The first major food policy initiatives in the United States were introduced in the early twentieth century after the publication of Upton Sinclair’s notorious book The Jungle (Fortin, 2017). The Pure Food and Drug Act of 1906 and the Meat Inspection Act of 1906 addressed the need to protect consumers from illness, fraud, and other accounts of malpractice. After advancements in refrigeration technology, improvements in transportation, and a rise in the standard of living, the Pure Food and Drug Act of 1906 was quickly outdated, and it was replaced by the Food, Drug, and Cosmetic Act (FD&C) of 1938.1 The FD&C of 1938, along with the Meat Inspection Act of 1906, still serve as the foundation of modern-day food law. Of course, the number of food regulations have increased tremendously over the last century, but the restrictiveness of these constraints may not be distributed evenly across different food supply chains. For instance, recent studies have suggested that the U.S. aquaculture industry—a nascent industry compared to the U.S. beef, pork, and poultry industries—may be “over-burdened” by regulations, resulting in higher production costs and slower market growth rates (Abate, Nielsen, and Tveterås, 2016; Knapp and Rubino, 2016; van Senten and Engle, 2017).
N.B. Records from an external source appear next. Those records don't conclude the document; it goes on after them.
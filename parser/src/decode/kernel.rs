//! The max-plus kernel at the heart of Eisner's algorithm, and the CPU dispatch around it.
//!
//! `max_plus(a, b) = max_i a[i] + b[i]` over two contiguous slices. Written with eight
//! independent accumulators and a branch-free select so that LLVM turns it into packed
//! `maxpd` instructions; compiled twice — once for the baseline x86-64 target (SSE2) and once
//! with AVX2 enabled — and chosen at run time, so a plain `cargo build --release` binary uses
//! AVX2 where the CPU has it.

use std::sync::OnceLock;

/// Which instruction set the chart kernels use on this machine.
pub fn simd_level() -> &'static str {
    if has_avx2() { "avx2" } else { "baseline" }
}

pub(crate) fn has_avx2() -> bool {
    static AVX2: OnceLock<bool> = OnceLock::new();
    *AVX2.get_or_init(|| {
        #[cfg(target_arch = "x86_64")]
        {
            std::is_x86_feature_detected!("avx2")
        }
        #[cfg(not(target_arch = "x86_64"))]
        {
            false
        }
    })
}

/// `max_i a[i] + b[i]` over the common length; −∞ for empty slices.
pub fn max_plus(a: &[f64], b: &[f64]) -> f64 {
    #[cfg(target_arch = "x86_64")]
    if has_avx2() {
        // SAFETY: the CPU supports AVX2 (checked above).
        #[allow(unsafe_code)] // calling a #[target_feature] function after runtime detection
        return unsafe { max_plus_avx2(a, b) };
    }
    max_plus_inline(a, b)
}

#[cfg(target_arch = "x86_64")]
#[target_feature(enable = "avx2")]
fn max_plus_avx2(a: &[f64], b: &[f64]) -> f64 {
    max_plus_inline(a, b)
}

/// The kernel itself; `#[inline(always)]` so each caller compiled with a wider target feature
/// gets its own vector code.
///
/// Short inputs dominate Eisner's chart (half the spans are narrower than n/2), so the tail is
/// not done one element at a time: since max is idempotent, the last full block is simply read
/// again, overlapping the previous one.
#[inline(always)]
pub(crate) fn max_plus_inline(a: &[f64], b: &[f64]) -> f64 {
    let len = a.len().min(b.len());
    let (a, b) = (&a[..len], &b[..len]);
    if len >= 8 {
        let mut acc = [f64::NEG_INFINITY; 8];
        let mut chunks_a = a.chunks_exact(8);
        let mut chunks_b = b.chunks_exact(8);
        for (ca, cb) in (&mut chunks_a).zip(&mut chunks_b) {
            accumulate(&mut acc, ca, cb);
        }
        if !chunks_a.remainder().is_empty() {
            accumulate(&mut acc, &a[len - 8..], &b[len - 8..]);
        }
        return reduce(&acc);
    }
    if len >= 4 {
        let mut acc = [f64::NEG_INFINITY; 4];
        accumulate(&mut acc, &a[..4], &b[..4]);
        accumulate(&mut acc, &a[len - 4..], &b[len - 4..]);
        return reduce(&acc);
    }
    let mut best = f64::NEG_INFINITY;
    for (x, y) in a.iter().zip(b) {
        let sum = x + y;
        best = if sum > best { sum } else { best };
    }
    best
}

/// `acc[i] = max(acc[i], a[i] + b[i])` for one block of `N` lanes.
#[inline(always)]
fn accumulate<const N: usize>(acc: &mut [f64; N], a: &[f64], b: &[f64]) {
    let (a, b) = (&a[..N], &b[..N]);
    for lane in 0..N {
        let sum = a[lane] + b[lane];
        // `if >` rather than f64::max: inputs are finite or −∞ (no NaN), and this form maps
        // onto a single vector max instruction.
        acc[lane] = if sum > acc[lane] { sum } else { acc[lane] };
    }
}

/// Horizontal max as a tree (8 → 4 → 2 → 1): three dependent steps instead of seven; this
/// latency chain is paid once per span, and short spans are most of Eisner's chart.
#[inline(always)]
fn reduce<const N: usize>(values: &[f64; N]) -> f64 {
    let pick = |x: f64, y: f64| if x > y { x } else { y };
    let mut width = N;
    let mut v = *values;
    while width > 1 {
        width /= 2;
        for lane in 0..width {
            v[lane] = pick(v[lane], v[lane + width]);
        }
    }
    v[0]
}

#[cfg(test)]
mod tests {
    use super::*;

    #[test]
    fn max_plus_matches_scalar_for_every_length_and_position() {
        for len in 0..40 {
            for peak in 0..len.max(1) {
                let a: Vec<f64> = (0..len).map(|i| (i as f64 * 0.37).sin()).collect();
                let mut b: Vec<f64> = (0..len).map(|i| (i as f64 * 0.11).cos()).collect();
                if len > 0 {
                    b[peak] += 10.0;
                }
                let expected = a
                    .iter()
                    .zip(&b)
                    .map(|(x, y)| x + y)
                    .fold(f64::NEG_INFINITY, f64::max);
                assert_eq!(max_plus(&a, &b), expected, "len {len} peak {peak}");
                assert_eq!(max_plus_inline(&a, &b), expected);
            }
        }
    }

    #[test]
    fn max_plus_handles_negative_infinity() {
        let a = [f64::NEG_INFINITY; 9];
        let b = [1.0; 9];
        assert_eq!(max_plus(&a, &b), f64::NEG_INFINITY);
    }
}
Relatedly, Staples et al. (2021) examine the number of restrictive words in federal law matched to industries across various U.S. protein supply chains (cattle, hog and pig, poultry, sheep and goat, and aquaculture) from 1970 to 2019. Though simply counting the number of restrictive words cannot be considered a complete measure of regulatory burden, the study notes that regulatory restrictions have grown steadily across all protein industries and that the total regulatory language constraining the aquaculture industry is greater than that of the other protein sources studied. This article extends previous examinations of aquaculture regulations by tracing the development of U.S. aquaculture supply chain regulatory restrictions and discussing the factors that could be driving the recent growth in regulations.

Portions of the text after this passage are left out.